Your task is to write out exactly the lines of the listing below, from the first down to the line that holds "const found = basis.crackChoices.find((one)".

◇ ◇ ◇

import { basisOf } from '@wedgeline/engine'
import { describe, expect, test } from 'vitest'
import { layout } from '../engine/sample-layout'

const { job } = layout()
const basis = basisOf(job)
type Wedge = Parameters<(typeof basis.crackChoices)[number]['steel']>[0]
const choice = (readingId: string) => {
  const found = basis.crackChoices.find((one) => one.readingId === readingId)
  if (!found) throw new Error(readingId)
  return found
}

describe('EX21-L1: EN 1992-1-1 8.10.2.2 (from memory), transmission length', () => {
  test('15.2 mm strand at 1300 MPa in fck(t) 25: 980 mm, 784 and 1176', () => {
    // fctm = 0.3 * 25^(2/3) = 2.565; fctd = 0.7 * 2.565 / 1.5 = 1.197; fbpt = 3.2 * 1.197 = 3.830
    // lpt = 0.19 * 15.2 * 1300 / 3.830 = 980.2
    const found = basis.transmission({ diameter: 15.2, stress: 1300, strength: 25 })
    expect(found.length).toBeCloseTo(980.17, 1)
    expect(found.lower).toBeCloseTo(784.14, 1)
    expect(found.upper).toBeCloseTo(1176.21, 1)
  })
})

describe('Eq. 7.1 (read), Table 7.2N and Eq. 7.7N (from memory): crack steel in edge wedges', () => {
  const wedge: Wedge = {
    thickness: 220,
    cover: 30,
    diameter: 12,
    fck: 32,
    tensile: null,
    crackWidth: 0.3,
    compression: 0,
  }
  const area = (input: Partial<Wedge>, readingId = 'en-crack-minimum') =>
    choice(readingId).steel({ ...wedge, ...input })?.areaPerMetre ?? NaN

  test('220 thick, cover 30, 12 mm bars, 0.3 mm: 249 MPa in place of 280, about 2667 mm2/m', () => {
    // fctm = 0.3 * 32^(2/3) = 3.0238; phi = 12 / (3.0238 / 2.9 * 220 / (8 * 36)) = 15.07
    // between 280 (12) and 240 (16): 280 - 40 * 3.07 / 4 = 249.3; 3.0238 * 1000 * 220 / 249.3 = 2668
    const rule = choice('en-crack-minimum').steel(wedge)
    expect(rule?.steps.find(({ symbol }) => symbol === 'sigmaS')?.value).toBeCloseTo(249.3, 1)
    expect(Math.abs((rule?.areaPerMetre ?? 0) - 2668)).toBeLessThan(1)
    expect(rule?.spacingMax).toBeNull()
  })

  test('C04: at 280 MPa, that is 12 mm read in the table, 2376 mm2/m', () => {
    // A section for which Eq. 7.7N changes nothing: 8 (c + 6) = 220 * 3.0238 / 2.9 = 229.39, c = 22.674
    expect(Math.abs(area({ cover: (220 * 3.02381) / 2.9 / 8 - 6 }) - 2375.9)).toBeLessThan(1)
  })

  test('0.2 mm asks for more than 0.3, 0.3 for more than 0.4; between columns the narrower counts', () => {
    expect(area({ crackWidth: 0.2 })).toBeGreaterThan(area({ crackWidth: 0.3 }))
    expect(area({ crackWidth: 0.3 })).toBeGreaterThan(area({ crackWidth: 0.4 }))
    expect(area({ crackWidth: 0.29 })).toBeCloseTo(area({ crackWidth: 0.2 }), 6)
  })

  test('one step less: 0.3 gives what 0.2 gives; 0.2 asks for twice its own, 0.1 for half of a width of 0.1', () => {
    expect(area({}, 'en-crack-stronger')).toBeCloseTo(area({ crackWidth: 0.2 }), 6)
    expect(area({ crackWidth: 0.2 }, 'en-crack-stronger')).toBeCloseTo(2 * area({ crackWidth: 0.2 }), 6)
    expect(area({ crackWidth: 0.1 }, 'en-crack-stronger')).toBeCloseTo(4 * area({ crackWidth: 0.2 }), 6)
  })

  test('self-stress: k is 1.0 up to 300 thick, 0.825 at 550, 0.65 from 800', () => {
    const k = (thickness: number) =>
      choice('en-crack-minimum')
        .steel({ ...wedge, thickness })
        ?.steps.find(({ symbol }) => symbol === 'k')?.value
    expect(k(300)).toBe(1)
    expect(k(550)).toBeCloseTo(0.825, 9)
    expect(k(800)).toBe(0.65)
    expect(k(1200)).toBe(0.65)
  })

  test('the tensile strength of the job counts in place of the 28-day mean', () => {
    // 12 / (1.5 / 2.9 * 220 / 288) = 30.37: between 200 (25) and 160 (32): 200 - 40 * 5.37 / 7 = 169.3
    expect(area({ tensile: 1.5 })).toBeCloseTo(
      (1.5 * 220_000) / (200 - (40 * (12 / ((1.5 / 2.9) * (220 / 288)) - 25)) / 7),
      6,
    )
  })

  test('beyond the last row the stress goes on falling, never below it by a jump', () => {
    // 16 / (1 / 2.9 * 100 / (8 * 58)) = 215.3: 160 * 32 / 215.3 = 23.8 MPa; 1.0 * 100 000 / 23.8
    const asked = { thickness: 100, cover: 50, diameter: 16, tensile: 1 }
    expect(area(asked)).toBeCloseTo(100_000 / ((160 * 32) / (16 / ((1 / 2.9) * (100 / 464)))), 6)
  })

  test('compression that is counted does not lower it, and edge bars only ask for nothing', () => {
    expect(area({ compression: 1.2 })).toBe(area({}))
    expect(basis.crackChoices[0]?.steel(wedge)).toBeNull()
  })

  test('the stress never exceeds the yield strength', () => {
    // Thick section, small bars: the table alone would give its highest stress, 450.
    const soft = basisOf({ ...job, settings: { ...job.settings, fyk: 250 } })
    const steel = soft.crackChoices[1]?.steel({ ...wedge, thickness: 800, diameter: 8 })
    expect(steel?.steps.find(({ symbol }) => symbol === 'sigmaS')?.value).toBe(250)
  })
})

describe('EN 1992-2 J.104.2 (from memory): the face has steel for 0.03 of the factored force at least', () => {
  test('2500 kN at 250 MPa: 360 mm2, as a published sheet has it', () => {
    // 0.03 * 2 500 000 * 1.2 / 250 = 360
    const soft = basisOf({
      ...job,
      settings: { ...job.settings, fyk: 250 },
      factors: [{ name: 'gammaS', value: 1, reason: 'stress of the sheet' }],
    })
    const rule = soft.faceSteel({ T: 0, P: 2_500_000 })
    expect(rule.area).toBeCloseTo(360, 6)
    expect(rule.clause.section).toBe('J.104.2')
    expect(rule.stress).toBe(250)
  })

  test('a row asks for more: 0.088 P factored at 300 MPa', () => {
    // 1.2 * 0.088 * 588 800 / 300 = 207.3 mm2 against 0.03 * 588 800 * 1.2 / 434.8 = 48.8
    const rule = basis.faceSteel({ T: 0.088 * 588_800, P: 588_800 })
    expect(rule.area).toBeCloseTo((1.2 * 0.088 * 588_800) / 300, 6)
    expect(rule.stress).toBe(300)
  })
})

describe('Tie behind an anchor inside the slab: no clause gives a number (shares from memory and digests)', () => {
  test('a quarter of 588.8 kN at 0.6 of 500 MPa: 147.2 kN, 491 mm2', () => {
    const rule = basis.tieBack.rule({ P: 588_800, own: null })
    expect(rule.steps[0]?.value).toBeCloseTo(147_200, 6)
    expect(rule.area).toBeCloseTo(490.67, 2)
    expect(rule.stress).toBe(300)
  })

  test('the engineer’s own force takes its place', () => {
    expect(basis.tieBack.rule({ P: 588_800, own: 180_000 }).area).toBeCloseTo(600, 6)
  })

  test('beside it, for information: 0.35 of 1.2 P is 247.3 kN, 0.20 of it 141.3 kN', () => {
    const forces = basis.tieBack.beside(588_800).map(({ force }) => Math.round(force / 100) / 10)
    expect(forces).toEqual([141.3, 247.3])
  })
})

describe('Readings', () => {
  test('every reading that a result rests on is offered by the basis', () => {
    const offered = basis.readings.map(({ id }) => id)
    const { tieBack, deadEndReading, jointReading, planRow } = basis
    const named = [
      ...basis.crackChoices.map(({ readingId }) => readingId),
      tieBack.readingId,
      tieBack.ownReadingId,
      deadEndReading,
      jointReading,
      basis.ownPrismReading.id,
      ...[basis.steelReading, basis.windowReading, planRow.equalReadingId].filter((id) => id !== null),
    ]
    for (const id of named) expect(offered, id).toContain(id)
    expect(new Set(offered).size).toBe(offered.length)
  })
})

◇ ◇ ◇

_Written response_.
import { basisOf } from '@wedgeline/engine'
import { describe, expect, test } from 'vitest'
import { layout } from '../engine/sample-layout'

const { job } = layout()
const basis = basisOf(job)
type Wedge = Parameters<(typeof basis.crackChoices)[number]['steel']>[0]
const choice = (readingId: string) => {
  const found = basis.crackChoices.find((one) => one.readingId === readingId)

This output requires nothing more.